AIMGenerator

class risksyn.generator.AIMGenerator(risk, degree=2, max_model_size=80, compress=True, proc_epsilon=0.1, n_jobs=-1)[source]

Bases: object

Generate synthetic data with interpretable privacy risk guarantees.

Uses the AIM (Adaptive and Iterative Mechanism) pipeline for synthesis.

Parameters:

risk (Risk) – Risk specification defining the privacy guarantee.
degree (int, default 2) – Maximum degree of marginals used by AIM.
max_model_size (int, default 80) – Maximum model size parameter for AIM.
compress (bool, default True) – Whether to use compression in AIM.
proc_epsilon (float, default 0.1) – Epsilon budget allocated to data preprocessing (domain estimation). Only used if domain bounds are not provided for numeric columns.
n_jobs (int, default -1) – Number of parallel jobs for AIM’s internal graphical model.

Examples

>>> from risksyn import Risk, AIMGenerator
>>> risk = Risk.from_advantage(0.2)
>>> gen = AIMGenerator(risk=risk, degree=3)
>>> gen.fit(df, domain={"age": {"lower": 0, "upper": 100}})
>>> synthetic_df = gen.generate(count=1000)

__init__(risk, degree=2, max_model_size=80, compress=True, proc_epsilon=0.1, n_jobs=-1)[source]

fit(data, domain=None, unsafe_infer_bounds=False)[source]

Fit the generator to the data.

Parameters:

data (pd.DataFrame) – DataFrame to fit the model on.
domain (dict, optional) – Domain specification for columns.
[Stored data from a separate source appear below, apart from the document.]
def _mobius(n: int) -> int:
    out, p = 1, 2
    while p * p <= n:
        if n % p == 0:
            n //= p
            if n % p == 0:
                return 0
            out = -out
        p += 1
    return -out if n > 1 else out


# -- reading factors of a product ---------------------------------------------------------
@dataclass(frozen=True)
class Factor:
    """``(1 - sign q^{first + step j})`` for j = 0, 1, ... (step 0: a single factor)."""

    sign: int
    first: Fraction
    step: Fraction


def _linear_factor(node: ast.Node, var: str | None) -> tuple[int, Poly] | None:
    """``1 - q^E`` or ``1 + q^E`` (also ``1 - c q^E`` with c = ±1): (sign, E)."""
    if not (isinstance(node, ast.BinOp) and node.op in "+-"):
        return None
    if not (isinstance(node.left, ast.Number) and node.left.value == 1):
        return None
    sign = 1 if node.op == "-" else -1
    right = node.right
    e = q_exponent(right, var)
    if e is None:
        return None
    return sign, e


def mentions(node: ast.Node, var: str) -> bool:
    """Whether ``var`` occurs free in ``node`` (products and sums over ``var`` bind it)."""
    if isinstance(node, ast.Name):
        return node.text == var
    if isinstance(node, ast.BigProd | ast.BigSum) and node.var == var:
        return False
    if isinstance(node, ast.Power) and isinstance(node.exponent, ast.Node) and mentions(node.exponent, var):
        return True
    if isinstance(node, ast.Call) and node.name == var:
        return True
    return any(mentions(child, var) for child in ast.children(node))


def _fail(construct: str, hint: str, node: ast.Node) -> IdiomError:
    return IdiomError(construct, hint, node)
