Translations (each one exact):
* sigma_k(n/d), k odd: (B_{k+1} / (2(k+1))) (1 - E_{k+1}(d tau));
* tau(n/d) -> Delta(d tau); r_s(n/d) -> theta(d tau)^s; r_Q(n) -> Theta_Q; a_F(n/d) -> F(d tau);
* n^j e(n) -> D^j G (D = q d/dq);
* sum_{m=L}^{n-c} m^a n^e X(m) Y(n-m) -> D^e( D^a G_X^{>=L} * G_Y^{>=c} ) (convolutions, L, c in {0, 1});
* sum_{d | n} (-1)^{alpha n + beta d + gamma n/d} d^a (n/d)^b: split by the parities of d and n/d
  into S(n), S(n/2), S(n/4) with S(n) = sum_{d|n} d^a (n/d)^b = n^min(a,b) sigma_|a-b|(n).
* sum_{d | n} psi(n/d) phi(d) d^a (n/d)^b with quadratic characters of fundamental
  discriminants -> D^min(a,b) of (E_k^{psi,phi} - constant)/2 (docs/method.md#eisenstein-characters).
Pointwise products of two arithmetic functions, sigma_k with k even, p(n), phi, mu and
progressions a(Mn + r) have no translation here: such claims are decided only by direct values.
"""

from __future__ import annotations

from dataclasses import dataclass
from fractions import Fraction
from typing import Any

from verifier.arith import terms as t
from verifier.arith.values import NotEvaluable, Values
from verifier.elaborate import ir
from verifier.elaborate.rescale import rescale_expr
from verifier.forms.eisenstein import bernoulli
from verifier.forms.registry import eta_params

MAX_POWER = 12


class Untranslatable(Exception):
    """No modular generating function is known for this expression."""


# -- building typed expressions ---------------------------------------------------------
def const(c: Fraction) -> ir.Expr:
    """A rational constant."""
    return ir.Const(ir.Typ(Fraction(0) if c else None), str(c), Fraction(c))


def add(a: ir.Expr, b: ir.Expr, sign: int = 1) -> ir.Expr:
    """``a + sign b`` (weights may differ: the result is marked mixed)."""
    wa, wb = a.typ.weight, b.typ.weight
    weights = [w for w in (wa, wb) if w is not None]
    mixed = a.typ.mixed or b.typ.mixed or (wa is not None and wb is not None and wa != wb)
    typ = ir.Typ(
        max(weights, default=None),
        max(a.typ.depth, b.typ.depth),
        1,
        a.typ.den_weight + b.typ.den_weight,
        False,
        False,
        mixed,
    )
    return ir.Sum(typ, f"{a.text} {'+' if sign > 0 else '-'} {b.text}", a, b, sign)


def add_all(pieces: list[ir.Expr]) -> ir.Expr:
    """The sum of ``pieces``, added pairwise so that a long sum gives a shallow tree."""
    assert pieces
    while len(pieces) > 1:
        pieces = [add(pieces[i], pieces[i + 1]) for i in range(0, len(pieces) - 1, 2)] + (
            [pieces[-1]] if len(pieces) % 2 else []
        )
    return pieces[0]


def mul(a: ir.Expr, b: ir.Expr) -> ir.Expr:
    """``a * b``."""
    if isinstance(a, ir.Const) and a.value == 1:
        return b
    weights = [w for w in (a.typ.weight, b.typ.weight) if w is not None]
    typ = ir.Typ(
        sum(weights, Fraction(0)) if weights else None,
        a.typ.depth + b.typ.depth,
        1,
        a.typ.den_weight + b.typ.den_weight,
        False,
        False,
        a.typ.mixed or b.typ.mixed,
    )
    return ir.Product(typ, f"({a.text})({b.text})", a, b)


def deriv(e: ir.Expr, times: int = 1) -> ir.Expr:
    """``D^times e``."""
    for _ in range(times):
        w = e.typ.weight
        typ = ir.Typ(None if w is None else w + 2, e.typ.depth + 1, 1, e.typ.den_weight * 2, False, False, e.typ.mixed)
        e = ir.Deriv(typ, f"D({e.text})", e)
    return e


def atom(key: str, weight: Fraction, scale: int = 1, depth: int = 0, params: tuple[Any, ...] = ()) -> ir.Atom:
    """A named form at ``scale * tau``."""
    return ir.Atom(ir.Typ(weight, depth, scale), key, key, Fraction(scale), params)


def sigma_generating_function(k: int, scale: int = 1) -> ir.Expr:
    """sum_{n >= 1} sigma_k(n / scale) q^n for odd k >= 1 (docs/method.md#generating-functions, first row)."""
    if k < 1 or k % 2 == 0:
        raise Untranslatable(f"sigma_{k} has no modular generating function (k must be odd)")
    w = k + 1
    factor = bernoulli(w) / (2 * w)
    eis = atom(f"E{w}", Fraction(w), scale, 1 if w == 2 else 0)
    return mul(const(factor), add(const(Fraction(1)), eis, -1))


# -- monomials -------------------------------------------------------------------------
@dataclass
class Mono:
    """``coeff * var^power * basic`` (basic: a function or sum depending on var, or None)."""

    coeff: Fraction
    power: int
    basic: t.A | None


def _depends(e: t.A, var: str) -> bool:
    return var in t.free_variables(e)


def monomials(e: t.A, var: str, values: Values) -> list[Mono]:
    """Expand ``e`` as a sum of monomials in ``var`` with at most one basic factor each."""
    if not _depends(e, var):
        if t.free_variables(e):
            raise Untranslatable(f"{e.text} involves a variable other than {var}")
        try:
            return [Mono(values.value(e, {}), 0, None)]
        except NotEvaluable as exc:
            raise Untranslatable(str(exc)) from exc
    if isinstance(e, t.Var):
        return [Mono(Fraction(1), 1, None)]
    if isinstance(e, t.Fun | t.Sum):
        return [Mono(Fraction(1), 0, e)]
    if isinstance(e, t.Bin):
        if e.op in "+-":
            right = monomials(e.right, var, values)
            if e.op == "-":
                right = [Mono(-m.coeff, m.power, m.basic) for m in right]
            return monomials(e.left, var, values) + right
        if e.op == "*":
            return [_times(a, b) for a in monomials(e.left, var, values) for b in monomials(e.right, var, values)]
        if e.op == "/":
            if _depends(e.right, var):
                raise Untranslatable(f"division by {e.right.text}")
            d = values.value(e.right, {})
            if d == 0:
                raise Untranslatable("division by 0")
            return [Mono(m.coeff / d, m.power, m.basic) for m in monomials(e.left, var, values)]
    if isinstance(e, t.Pow) and not _depends(e.exponent, var):
        k = values.value(e.exponent, {})
        if k.denominator != 1 or not 0 <= k <= MAX_POWER:
            raise Untranslatable(f"the power {e.text} is not a small non-negative integer")
        out = [Mono(Fraction(1), 0, None)]
        for _ in range(int(k)):
            out = [_times(a, b) for a in out for b in monomials(e.base, var, values)]
        return out
    raise Untranslatable(f"{e.text} has no modular generating function")
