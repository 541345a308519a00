"""``--proof-tex``: one LaTeX paragraph per proved claim, with a bibliography.

The paragraphs are built from each claim's certificate (:mod:`verifier.prove.certificate`)
and rendered through the jinja2 template ``templates/proofs.tex.j2`` (delimiters ``<< >>``
and ``<% %>``, so that LaTeX braces need no escaping).  Each theorem a proof uses is cited:
Sturm's bound, the valence formula, the conditions of Newman and of Gordon and Hughes for
eta quotients, Ligozat's orders at the cusps, Serre and Stark for weight 1/2, Kaneko and
Zagier for quasimodular forms.
"""

from __future__ import annotations

import re
from fractions import Fraction
from pathlib import Path
from typing import Any

from verifier import __version__
from verifier.api import ClaimResult, Report

TEMPLATES = Path(__file__).resolve().parent / "templates"

REFERENCES: dict[str, str] = {
    "sturm": "J.~Sturm, \\emph{On the congruence of modular forms}, in: Number Theory (New York, 1984--1985), "
    "LNM~1240, Springer, 1987, 275--280.",
    "valence": "R.~A.~Rankin, \\emph{Modular Forms and Functions}, Cambridge University Press, 1977, "
    "Theorem~4.1.4 (the valence formula).",
    "newman": "M.~Newman, \\emph{Construction and application of a class of modular functions~(II)}, "
    "Proc.\\ London Math.\\ Soc.\\ (3) 9 (1959), 373--387.",
    "gordon-hughes": "B.~Gordon and K.~Hughes, \\emph{Multiplicative properties of $\\eta$-products~II}, "
    "in: A Tribute to Emil Grosswald, Contemp.\\ Math.~143, Amer.\\ Math.\\ Soc., 1993, 415--430.",
    "ligozat": "G.~Ligozat, \\emph{Courbes modulaires de genre~1}, M\\'em.\\ Soc.\\ Math.\\ France~43, 1975.",
    "serre-stark": "J.-P.~Serre and H.~M.~Stark, \\emph{Modular forms of weight~1/2}, in: Modular Functions of "
    "One Variable~VI, LNM~627, Springer, 1977, 27--67.",
    "kaneko-zagier": "M.~Kaneko and D.~Zagier, \\emph{A generalized Jacobi theta function and quasimodular "
    'forms}, in: The Moduli Space of Curves, Progr.\\ Math.~129, Birkh\\"auser, 1995, 165--172.',
    "atkin-lehner": "A.~O.~L.~Atkin and J.~Lehner, \\emph{Hecke operators on $\\Gamma_0(m)$}, Math.\\ Ann.~185 "
    "(1970), 134--160.",
    "serre-padic": "J.-P.~Serre, \\emph{Formes modulaires et fonctions z\\^eta $p$-adiques}, in: Modular Functions "
    "of One Variable~III, LNM~350, Springer, 1973, 191--268.",
    "swinnerton-dyer": "H.~P.~F.~Swinnerton-Dyer, \\emph{On $\\ell$-adic representations and congruences for "
    "coefficients of modular forms}, in: Modular Functions of One Variable~III, LNM~350, "
    "Springer, 1973, 1--55.",
    "ono": "K.~Ono, \\emph{The Web of Modularity}, CBMS Regional Conf.\\ Series in Math.~102, Amer.\\ Math.\\ Soc., "
    "2004, \\S2.1 (twists).",
    "diamond-shurman": "F.~Diamond and J.~Shurman, \\emph{A First Course in Modular Forms}, Graduate Texts in "
    "Math.~228, Springer, 2005, Ch.~3.",
    "diamond-shurman-e2": "F.~Diamond and J.~Shurman, \\emph{A First Course in Modular Forms}, Graduate Texts in "
    "Math.~228, Springer, 2005, Section~1.2 ($E_2(\\tau) - NE_2(N\\tau) \\in M_2(\\Gamma_0(N))$).",
}

_SPECIAL = {
    "\\": "$\\backslash$",
    "{": "\\{",
    "}": "\\}",
    "$": "\\$",
    "&": "\\&",
    "#": "\\#",
    "_": "\\_",
    "%": "\\%",
    "^": "\\^{}",
    "~": "$\\sim$",
    "<": "$<$",
    ">": "$>$",
    "|": "$|$",
}
# Characters outside ASCII that reports use, in LaTeX; any other is replaced by "?" so that
# the file compiles with plain pdflatex.
_UNICODE = {
    "Γ": "$\\Gamma$",
    "χ": "$\\chi$",
    "≥": "$\\geq$",
    "≤": "$\\leq$",
    "≠": "$\\neq$",
    "×": "$\\times$",
    "·": "$\\cdot$",
    "−": "-",
    "…": "\\dots{}",
    "τ": "$\\tau$",
    "η": "$\\eta$",
    "θ": "$\\theta$",
    "Δ": "$\\Delta$",
    "σ": "$\\sigma$",
    "ϑ": "$\\vartheta$",
    "∈": "$\\in$",
}


def escape(text: str) -> str:
    """Plain text made safe for LaTeX."""
    return "".join(_SPECIAL.get(ch, _UNICODE.get(ch, ch if ch.isascii() else "?")) for ch in text)


def _label_ok(label: str) -> bool:
    return re.fullmatch(r"[A-Za-z0-9:._\-+/]+", label) is not None


def _ref(claim: ClaimResult) -> str:
    if claim.label and _label_ok(claim.label):
        return f"\\eqref{{{claim.label}}}"
    return "the claim"  # the paragraph's title says which


def _title(claim: ClaimResult) -> str:
    if claim.label and _label_ok(claim.label):
        return f"Proof of \\eqref{{{claim.label}}}."
    name = f"\\texttt{{{escape(claim.name)}}}, " if claim.name else ""
    return f"Claim {name}{escape(Path(claim.location.file).name)}:{claim.location.line}."


def _character(kernel: Any) -> str:
    if isinstance(kernel, list):
        return ", " + ", ".join(_character(k).lstrip(", ") for k in kernel)
    d = int(kernel)
    if d == 1:
        return ""
    disc = d if d % 4 == 1 else 4 * d
    return f", \\left(\\frac{{{disc}}}{{\\cdot}}\\right)"


def _weight(w: str) -> str:
    f = Fraction(w)
    return str(f.numerator) if f.denominator == 1 else f"{f.numerator}/{f.denominator}"


def _group(level: int) -> str:
    return "\\mathrm{SL}_2(\\mathbb{Z})" if level == 1 else f"\\Gamma_0({level})"


def _space(weight: str, level: int, kernel: Any, quasi: bool = False) -> str:
    name = "\\widetilde{M}" if quasi else "M"
    return f"${name}_{{{_weight(weight)}}}({_group(level)}{_character(kernel)})$"


def _exponent_note(cert: dict[str, Any]) -> str:
    unit = Fraction(str(cert.get("exponent_unit", "1")))
    if unit == 1:
        return ""
    inv = 1 / unit
    return (
        f" (Exponents here are those of $q^{{{inv.numerator}/{inv.denominator}}}$"
        if inv.denominator != 1
        else f" (Exponents here are those of $q^{{{inv.numerator}}}$"
    ) + ", in which every exponent of the claim is an integer.)"


class _Cites:
    def __init__(self) -> None:
        self.used: list[str] = []

    def __call__(self, key: str) -> str:
        if key not in self.used:
            self.used.append(key)
        return f"\\cite{{{key}}}"


def _facts(cert: dict[str, Any], cite: _Cites) -> str:
    """Sentences on where the atoms' levels and characters come from."""
    text = " ".join(str(cert.get(s, {}).get("expr", "")) for s in ("left", "right"))
    out = []
    if "(eta" in text:
        out.append(
            f"The eta quotients are modular forms on the stated group by the criterion of Newman {cite('newman')} "
            f"and of Gordon and Hughes {cite('gordon-hughes')}."
        )
    space = cert.get("space") or {}
    weights = [Fraction(str(p["weight"])) for p in cert.get("pieces", [])] + [Fraction(str(space.get("weight", 0)))]
    if any(w.denominator == 2 for w in weights) or ("(eta" in text and "(theta" in text):
        out.append(f"Forms of half-integral weight are taken with the theta multiplier {cite('serre-stark')}.")
    return " ".join(out)


def _forms_paragraph(claim: ClaimResult, cert: dict[str, Any], cite: _Cites) -> str:
    ref = _ref(claim)
    space = cert["space"]
    level = int(space["level"])
    pieces = cert.get("pieces", [])
    bound = int(cert["bound"])
    valence = cert["method"] == "valence"
    quasi = any(int(p["e2_power"]) for p in pieces)
    theorem = "the valence formula" if valence else "Sturm's theorem"
    ref_key = "valence" if valence else "sturm"
    parts = []
    cleared = Fraction(str(space.get("cleared_weight", "0")))
    if cleared:
        parts.append(
            f"Multiplying out the denominators (of total weight {_weight(str(cleared))}), {ref} becomes an identity "
            f"$N_L D_R = N_R D_L$ of weight {_weight(str(space['proof_weight']))} on ${_group(level)}$."
        )
    if quasi:
        parts.append(
            f"The difference of the two sides of {ref} is a quasimodular form on ${_group(level)}$; "
            f"written as $\\sum_j f_j E_2^j$ with each $f_j$ modular, it vanishes exactly when every $f_j$ "
            f"does, since this decomposition is unique {cite('kaneko-zagier')}."
        )
        listing = "; ".join(
            f"$f_{{{p['e2_power']}}} \\in$ {_space(str(p['weight']), level, p['character'])}, bound {p['bound']}"
            for p in pieces
        )
        parts.append(
            f"The pieces and their Sturm bounds are: {listing}. The coefficients of each $f_j$ vanish through "
            f"its bound (computed exactly), so {ref} holds by Sturm's theorem {cite('sturm')}."
        )
    elif valence:
        orders = ", ".join(
            f"$\\geq {v}$ at the cusps $a/{d}$" for d, v in (cert.get("cusp_order_bounds") or {}).items()
        )
        parts.append(
            f"Both sides of {ref} are holomorphic on the upper half-plane and modular for ${_group(level)}$ "
            f"(index {cert['index']}); their difference may have poles only at cusps, where its orders are "
            f"bounded by Ligozat's formula {cite('ligozat')}: {orders}. By the valence formula "
            f"{cite('valence')} a nonzero such form has order at most {bound} at $\\infty$; the coefficients of "
            f"the difference up to $q^{{{bound}}}$ vanish (computed exactly), so {ref} holds."
        )
    else:
        k = str(space["proof_weight"]) if cleared else str(space["weight"])
        first = int(pieces[0].get("from", 0)) if pieces else 0
        span = f"$q^{{{first}}},\\dots,q^{{{bound}}}$" if bound > first else f"$q^{{{bound}}}$"
        subject = "Both sides of the cleared identity" if cleared else f"Both sides of {ref}"
        parts.append(
            f"{subject} lie in {_space(k, level, space['character'])}, whose Sturm bound is {bound}; their "
            f"coefficients of {span} agree (computed exactly), so {ref} holds by {theorem} {cite(ref_key)}."
        )
    facts = _facts(cert, cite)
    return " ".join(parts + ([facts] if facts else [])) + _exponent_note(cert)


def _paragraph(claim: ClaimResult, cite: _Cites) -> str:
    cert = claim.certificate() or {}
    method = cert.get("method")
    ref = _ref(claim)
    if method in ("sturm", "valence") and "space" in cert:
        text = _forms_paragraph(claim, cert, cite)
        if claim.outcome.kind == "arithmetic":
            text = (
                f"The statement {ref} about coefficients is equivalent to an identity between generating "
                f"functions. {text}"
            )
        return text
    if method == "expansion" and "coefficients" in cert:
        rec = cert["coefficients"]
        return (
            f"The coefficients of $q^{{{rec['from']}}},\\dots,q^{{{rec['to']}}}$ of both sides of {ref} were "
            f"computed exactly and agree; this is the whole range the printed expansion claims." + _exponent_note(cert)
        )
    if method == "witness" and "witness" in cert:
        w = cert["witness"]
        return (
            f"The two sides of {ref} differ: their coefficients of $q^{{{w['n']}}}$ are ${w['left']}$ and "
            f"${w['right']}$ (computed exactly)." + _exponent_note(cert)
        )
    if method == "u-operator" and isinstance(cert.get("progression"), dict):
        return _progression_paragraph(claim, cert["progression"], cite)
    if method == "sturm-congruence" and cert.get("prime_powers"):
        return _congruence_paragraph(claim, cert, cite)
    if method == "cusp-orders" and isinstance(cert.get("space"), dict) and cert.get("cusp_order_bounds"):
        return _membership_paragraph(claim, cert, cite)
    if method == "dimension-formula" and "dimension" in cert and "genus" in cert:
        return _dimension_paragraph(claim, cert, cite)
    return f"{ref[:1].upper()}{ref[1:]} holds ({escape(str(method))}): {escape(claim.outcome.message)}."


_ETA_FACTOR = re.compile(r"eta\((\d*)tau\)(?:\^\((-?\d+)\)|\^(-?\d+))?")


def _eta_tex(text: str) -> str:
    """``eta(tau)^(-1) eta(5tau)^5`` (the certificate's spelling) in LaTeX."""
    out = []
    for m in _ETA_FACTOR.finditer(text):
        scale, exponent = m.group(1), m.group(2) or m.group(3) or "1"
        power = "" if exponent == "1" else f"^{{{exponent}}}"
        out.append(f"\\eta({scale}\\tau){power}")
    return " ".join(out) if out else escape(text)


def _math(text: str) -> str:
    """A certificate's formula such as ``E_4^3 E_6`` for math mode: kept when it is plain
    subscripts and powers, else escaped as text."""
    if re.fullmatch(r"[A-Za-z0-9_{}^ ()*+-]+", text):
        return text.replace("*", " ")
    return f"\\text{{{escape(text)}}}"


def _chi_tex(name: str) -> str:
    """``chi_{-11}`` or ``trivial`` (the certificate's spelling) as a character argument."""
    m = re.fullmatch(r"chi_\{?(-?\d+)\}?", name.strip())
    return "" if m is None else f", \\left(\\frac{{{m.group(1)}}}{{\\cdot}}\\right)"


def _progression_paragraph(claim: ClaimResult, prog: dict[str, Any], cite: _Cites, part: str | None = None) -> str:
    """The U_m proof of one progression; a record with ``components`` (a dissection, a residue set, a
    class of n) gets one such proof per component, after a sentence saying how they make the claim."""
    if "components" in prog:
        return _components_paragraph(claim, prog, cite)
    ref = part or _ref(claim)
    m, t = int(prog["m"]), int(prog["t"])
    form, target = prog["form"], prog["target"]
    bound = int(target["sturm_bound"])
    modulus = prog.get("modulus")
    h_space = f"$M_{{{form['weight']}}}({_group(int(form['level']))}{_chi_tex(str(form['character']))})$"
    t_space = f"$M_{{{target['weight']}}}({_group(int(target['level']))}{_chi_tex(str(target['character']))})$"
    text = (
        f"Let $E = {_eta_tex(str(prog['multiplier']))}$ and $h(\\tau) = {_eta_tex(str(form['eta']))}$, which is "
        f"$\\prod\\eta(\\delta\\tau)^{{r_\\delta}}$ of the generating function times $E({m}\\tau)$. By the criterion "
        f"of Newman {cite('newman')} and of Gordon and Hughes {cite('gordon-hughes')}, with Ligozat's orders at the "
        f"cusps {cite('ligozat')}, $h \\in$ {h_space}. Since $U_{{{m}}}(f\\cdot g(q^{{{m}}})) = U_{{{m}}}(f)\\,g$, "
        f"$U_{{{m}}}h$ is $E$ times a power of $q$ times $\\sum_{{n\\ge0}} a({m}n+{t})q^n$, and $U_{{{m}}}h \\in$ "
        f"{t_space} {cite('atkin-lehner')}, whose Sturm bound is {bound}. "
    )
    if modulus:
        text += (
            f"The coefficients of $q^0,\\dots,q^{{{bound}}}$ of $U_{{{m}}}h$ vanish modulo ${modulus}$ (computed "
            f"exactly), so every coefficient does by Sturm's theorem {cite('sturm')}, which is {ref}."
        )
    else:
        text += (
            f"The coefficients of $q^0,\\dots,q^{{{bound}}}$ of $U_{{{m}}}h$ and of $E$ times the claimed side agree "
            f"(computed exactly), so the two forms are equal by Sturm's theorem {cite('sturm')}, which is {ref}."
        )
    return text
For numeric columns, use {"col": {"lower": min, "upper": max}}. For categorical columns, use {"col": {"categories": ["val1", "val2", ...]}}. Required when privacy budget is low to avoid private domain estimation failures.
unsafe_infer_bounds (bool, default False) – If True, infer domain bounds from data min/max for numeric columns that lack explicit bounds. This leaks information about the data and weakens the privacy guarantee.

Returns:

Returns self for method chaining.

Return type:

AIMGenerator

Raises:

ValueError – If privacy budget is insufficient for the required preprocessing (when numeric columns lack domain bounds).

Warns:

UserWarning – If privacy budget for generation is smaller than for processing, or if unsafe_infer_bounds is used.

generate(count)[source]

Generate synthetic records.

Parameters:: count (int) – Number of records to generate.
Returns:: DataFrame with synthetic data matching the schema of the fitted data.
Return type:: pd.DataFrame
Raises:: RuntimeError – If fit() has not been called.

store(path)[source]

Store the fitted generator to disk.

Parameters:: path (str or Path) – Directory path to store the generator.
Raises:: RuntimeError – If fit() has not been called.

classmethod load(path)[source]

Load a fitted generator from disk.

Parameters:: path (str or Path) – Directory path containing the stored generator.
Returns:: The loaded generator, ready for generation.
Return type:: AIMGenerator